Start of SOURCE DATA

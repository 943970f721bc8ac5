// Fractional block per well: run-down correction, normalisation, Z′ per target, excluded wells.
import { describe, expect, test } from 'vitest';
import { computeFractionalBlock, type BlockWell } from '@/lib/science/fit/block';
import type { WellRole } from '@/lib/science/qc/well';

const well = (
  wellId: string,
  role: WellRole,
  control: number | null,
  compound: number | null,
  excluded = false,
  target = 'NaV',
): BlockWell => ({
  wellId,
  target,
  role,
  controlCurrent_pA: control,
  compoundCurrent_pA: compound,
  excluded,
});

// Values chosen so the design's formulas can be worked by hand (Gatewell design, section 4):
// vehicle ratios 0.9 and 0.8 (mean 0.85); reference ratios 0.1 and 0.05; one compound well at ratio 0.425.
const plate: BlockWell[] = [
  well('A01', 'vehicle', -1000, -900),
  well('A02', 'vehicle', -1000, -800),
  well('A03', 'reference', -1000, -100),
  well('A04', 'reference', -2000, -100),
  well('B01', 'test', -2000, -850),
];

describe('fractional block', () => {
  test('block = 1 − I_compound/I_control without corrections', () => {
    const [target] = computeFractionalBlock(plate, { rundownCorrection: false });
    // 1 − 850/2000 = 0.575, by hand.
    expect(target!.wells.find((w) => w.wellId === 'B01')!.block).toBeCloseTo(0.575, 12);
    expect(target!.rundownCorrected).toBe(false);
  });

  test('run-down correction divides the ratio by the mean vehicle ratio', () => {
    const [target] = computeFractionalBlock(plate);
    // 1 − 0.425/0.85 = 0.5; vehicle wells become 1 − 0.9/0.85 and 1 − 0.8/0.85, mean 0 (by hand).
    expect(target!.vehicleMeanRatio).toBeCloseTo(0.85, 12);
    expect(target!.wells.find((w) => w.wellId === 'B01')!.block).toBeCloseTo(0.5, 12);
    expect(target!.wells[0]!.block! + target!.wells[1]!.block!).toBeCloseTo(0, 12);
  });

  test('normalisation maps the vehicle mean to 0 and the reference-blocker mean to 1', () => {
    const [target] = computeFractionalBlock(plate, { normalise: true });
    // Corrected reference blocks 1 − 0.1/0.85 and 1 − 0.05/0.85, mean 1 − 0.075/0.85 = 0.911765;
    // compound 0.5/0.911765 = 0.548387 (by hand).
    expect(target!.normalised).toBe(true);
    expect(target!.wells.find((w) => w.wellId === 'B01')!.block).toBeCloseTo(0.548387, 6);
  });

  test('Z′ per target from the reference and vehicle wells in use', () => {
    const [target] = computeFractionalBlock(plate);
    // Uncorrected ratios, Z′ unchanged by scaling: reference block 0.9, 0.95 (SD 0.035355), vehicle 0.1, 0.2
    // (SD 0.070711), |Δμ| = 0.775: Z′ = 1 − 3(0.106066)/0.775 = 0.589422 (by hand).
    expect(target!.zPrime.zPrime).toBeCloseTo(0.589422, 6);
    expect(target!.zPrime.band).toBe('excellent');
  });

  test('excluded wells keep their block but leave the means; targets stay apart', () => {
    const wells = [
      ...plate,
      well('A05', 'vehicle', -1000, -300, true),
      well('C01', 'vehicle', -500, -500, false, 'KV'),
    ];
    const [nav, kv] = computeFractionalBlock(wells);
    expect(nav!.vehicleMeanRatio).toBeCloseTo(0.85, 12);
    expect(nav!.wells.find((w) => w.wellId === 'A05')!.block).toBeCloseTo(1 - 0.3 / 0.85, 12);
    expect(kv).toMatchObject({ target: 'KV', vehicleMeanRatio: 1 });
    expect(kv!.zPrime.zPrime).toBeNull();
  });

  test('a well without both currents, or with a zero control, has no block', () => {
    const [target] = computeFractionalBlock([
      ...plate,
      well('B02', 'test', null, -100),
      well('B03', 'test', 0, -100),
    ]);
    expect(target!.wells.slice(-2).map((w) => [w.ratio, w.block])).toEqual([
      [null, null],
      [null, null],
    ]);
  });

  test('without vehicle wells: no correction, and a note says why', () => {
    const [target] = computeFractionalBlock([well('B01', 'test', -2000, -850)], { normalise: true });
    expect(target!.rundownCorrected).toBe(false);
    expect(target!.normalised).toBe(false);
    expect(target!.notes.map((n) => n.code)).toEqual(['no_vehicle_wells', 'no_reference_wells']);
    expect(target!.wells[0]!.block).toBeCloseTo(0.575, 12);
  });

  test('inputs are not mutated', () => {
    const copy = structuredClone(plate);
    computeFractionalBlock(plate, { normalise: true });
    expect(plate).toEqual(copy);
  });
});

End of SOURCE DATA

Only lines containing the string "normalisation" belong in the answer; find them in the data above and copy them.

• _EXERCISE RESULT_:
// Fractional block per well: run-down correction, normalisation, Z′ per target, excluded wells.
  test('normalisation maps the vehicle mean to 0 and the reference-blocker mean to 1', () => {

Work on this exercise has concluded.